Brad Smith, RN, BS-Psych, CISSP has utilized social engineering in emergency rooms to defuse medical crisis for many years. He has taught Neuro-Linguistic Programming to healthcare, law enforcement and security professionals and now helps educate everyone on the reality of social engineering and its exploits. Session attendees get cutting edge information they can immediately start using to protect themselves. He is know for his high energy presentation style and group participation format that helps people truly understand the concepts presented, while also having a fun time. He has attended Defcon for many years and looks forward to Coffee Wars, Hacker Jeopardy and the Black and White Ball again this year.
Wes Brown - Exploit Writing Using Injectable Virtual Machines
Mosquito is a secure remote execution framework available via LGPL that combines high-grade cryptography and a small efficient virtual machine on both ends to ensure that intellectual property is protected.
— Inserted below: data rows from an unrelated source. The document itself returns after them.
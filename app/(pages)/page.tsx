import { getTriangle } from "../_server/amplitudes";
import { seedProgress } from "../_server/library";
import { localUser } from "../_server/principal";
import { FirstFormula } from "../_ui/FirstFormula";
import { LoopOrders } from "../_ui/LoopOrders";
import { Lead, Opening, Page, Section } from "../_ui/Page";
import { SeedProgressLine } from "../_ui/SeedProgressLine";
import { known, Triangle } from "../_ui/Triangle";
import { amplitudeName, capital } from "../_ui/words";

/** The first page: what this is, a formula ready to be checked, and all amplitudes of one loop order. */
export default async function Home({
  searchParams,
}: {
  searchParams: Promise<Record<string, string | string[] | undefined>>;
}) {
  const { loops: asked } = await searchParams;
  const loops = typeof asked === "string" && /^[0-4]$/.test(asked) ? Number(asked) : 0;
  const [triangle, seed] = await Promise.all([getTriangle(localUser, loops), seedProgress()]);
  return (
    <Page>
      <Opening title="Forms of scattering amplitudes, checked and kept">
        <Lead>
          Type a form of an amplitude and learn whether it is right, what it makes manifest and, if it is wrong, what is
          wrong with it. What is right is kept under an identifier that you can cite, with a certificate that anyone can
          replay.
        </Lead>
      </Opening>
      <Section id="check" head="Check a form">
        <FirstFormula />
      </Section>
      <Section id="amplitudes" head="Amplitudes">
        <SeedProgressLine progress={seed} />
        <LoopOrders present={triangle.loopOrders} chosen={loops} />
        <Triangle loops={loops} rows={triangle.rows} />
        <p>
          One row for each number of legs <i>n</i>; in it <i>k</i> runs from 0, MHV on the left edge, to <i>n</i>
          &nbsp;−&nbsp;4, its conjugate on the right. Parity reflects the triangle. A stroke to the lower left adds a
          leg at the same <i>k</i>, a stroke to the lower right raises <i>k</i> with it.
        </p>
        {triangle.everyN.length > 0 && (
          <>
            <p>For every number of legs at once:</p>
            <ul>
              {triangle.everyN.map((entry) => (
                <li key={entry.key}>
                  <a href={`/amplitudes/${entry.key}`}>{capital(amplitudeName({ n: null, k: entry.k, loops }))}</a>:{" "}
                  {known(entry).join(", ")}
                </li>
              ))}
            </ul>
          </>
        )}
      </Section>
    </Page>
  );
}
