// What the user says about a complex to build: metals, polyhedra, ligands on vertices, bridges.
#pragma once

#include <array>
#include <optional>
#include <string>
#include <utility>
#include <vector>

#include "complex/ligand.hpp"
#include "molecule/polyhedra.hpp"

namespace irrepwise {

/// Ligands of one name. Whatever is absent follows from the library, the radii and the symmetry.
struct LigandRequest {
  std::string ligand;
  // Numbers from 1. None: the lowest that are free. As many as the ligand has teeth, or a multiple,
  // which stands for several ligands; with `covers`, one π ligand lies over all of them.
  std::vector<int> vertices;
  bool covers = false;
  std::optional<int> denticity;
  std::optional<int> hapticity;
  std::optional<double> distance_angstrom;  // metal to donor atom
  std::optional<double> twist_degrees;      // about metal-ligand, see `reference_direction`
  std::optional<double> angle_degrees;      // metal-donor-next atom
  std::optional<double> bite_degrees;       // donor-metal-donor
  std::optional<bool> mirrored;             // the mirror image of the library's ligand
  std::string place;                        // for messages: "job.yaml:4:7"
};

struct CentreSpec {
  int atomic_number = 0;
  Polyhedron polyhedron = Polyhedron("OC-6");
  std::optional<int> oxidation;
  std::vector<LigandRequest> ligands;
  std::string place;
  std::string oxidation_place;
};

/// A ligand on a vertex of each of two centres.
struct BridgeRequest {
  std::string ligand;
  std::array<int, 2> vertices = {0, 0};
  std::array<std::optional<double>, 2> distances_angstrom;  // to each metal
  bool mirrored = false;  // atoms behind the donor on the other side of the plane with the metals
  std::string place;
};

struct ComplexSpec {
  std::vector<CentreSpec> centres;     // one, or two that share at least one bridge
  std::vector<BridgeRequest> bridges;  // one to three
  std::optional<double>
      bridge_angle_degrees;               // metal-donor-metal of a single bridge; 180 if absent
  std::optional<double> torsion_degrees;  // turn of the second centre about a single bridge
  int metal_metal_bond = 0;               // order of the bond between the two metals, as stated
  std::string metal_metal_bond_place;
  std::optional<int> charge;  // of the complex
  std::string charge_place;
  LigandLibrary library = built_in_ligands();
};

/// A change of a complex, for variants of it.
struct Substitution {
  std::optional<int> metal;  // atomic number
  std::optional<int> oxidation;
  std::optional<Polyhedron> polyhedron;
  std::vector<LigandRequest> ligands;  // each with the vertices that it takes over
  std::vector<std::pair<int, double>> distances_angstrom;  // vertex, metal-donor distance
  int centre = 0;                                          // which one, from 0
  std::string place;                                       // for messages
};

/// @returns  the complex with the ligands on the vertices named replaced; a ligand that loses one
/// of
///           its teeth leaves, and must be replaced on all its vertices. A new metal keeps the
///           oxidation state; a charge that was given for the whole follows where it can.
/// @throws Error  as `seat_ligands`; a vertex that nothing is on; no such centre
[[nodiscard]] ComplexSpec substituted(const ComplexSpec& complex, const Substitution& change);

/// One ligand with everything settled but its pose.
struct SeatedLigand {
  const Ligand* ligand = nullptr;  // in the library of the spec
  const Binding* binding = nullptr;
  LigandRequest request;  // with the vertices of this one ligand
};

/// Gives every vertex of a centre to exactly one ligand.
/// @param taken   vertices that bridges hold
/// @throws Error  unknown ligand, vertex out of range, used twice or left over, a denticity or
///                hapticity that the ligand lacks, a chelate across distant vertices; with the
///                place of the request
[[nodiscard]] std::vector<SeatedLigand> seat_ligands(const CentreSpec& centre,
                                                     const std::vector<int>& taken,
                                                     const LigandLibrary& library);

/// Largest angle between the two vertices of a chelate: what no small ring spans.
inline constexpr double widest_chelate_degrees = 125.0;

}  // namespace irrepwise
It also presents a dynamic environment on a target host that can be reprogrammed on the fly over a secure communications channel to fit the current situation.
The virtual machine was written from scratch for this purpose, with a built in cryptography library, and was optimized for size with an eye towards being able to inject it. The virtual machine's native programming environment is a Scheme-derived Lisp-family language, with an optimizing bytecode compiler. It is also cross-platform using ANSI C and GCC, currently running on OpenBSD, Darwin, Linux, and Win32. Compiled bytecode is portable between these platforms, much like Java except it fits within 150K on some platforms.
This talk will demonstrate the use of Mosquito to write exploits on the fly while the audience watches; the advantages and flexibility of using a virtual machine will be leveraged to implement a second stage puddle-hop exploit into another host. The cross-platform advantages of writing exploits in a portable virtual machine will also be demonstrated. There will be some discussion of Mosquito itself to give context and understanding.
Wes Brown is a long-time network security practitioner who specializes in code reviews, web application assessments, penetration testing, and tools development.
Prior to joining Accuvant as a senior security consultant, Wes worked for Internet Security System's X-Force Consulting team. He conducted hundreds of penetration tests and web application assessments for ISS clients ranging from the smallest to Fortune 500 companies. He was also responsible for many of the in-house tools that helped the external assessment consulting practice succeed. He also can be frequently seen at industry conferences, having spoken at Defcon in the past.
In founding Ephemeral Security, Wes hopes to advance the state of the art in network security by doing innovative and original research work. When not conducting consulting work, he has spent the last year and half on the Mosquito Environment along with other members of his company.
Currently, he is hard at work as one of Accuvant?s lead consultants which gives him an opportunity to test the tools and environments that is developed as part of Ephemeral Security?s research efforts. He does the majority of the automation and tools that streamlines the assessment practice?s engagements, increasing quality while reducing turnaround time. Of course, Wes also does conventional consulting with a keen focus on code reviews and application assessments.
The Dark Tangent acknowledges those who made Defcon 14 possible, contest winners and the techniques that were used to win. As well as plans and a Q&A for next year at the Riviera.
August 4-6, 2006 at the Riviera Hotel and Casino.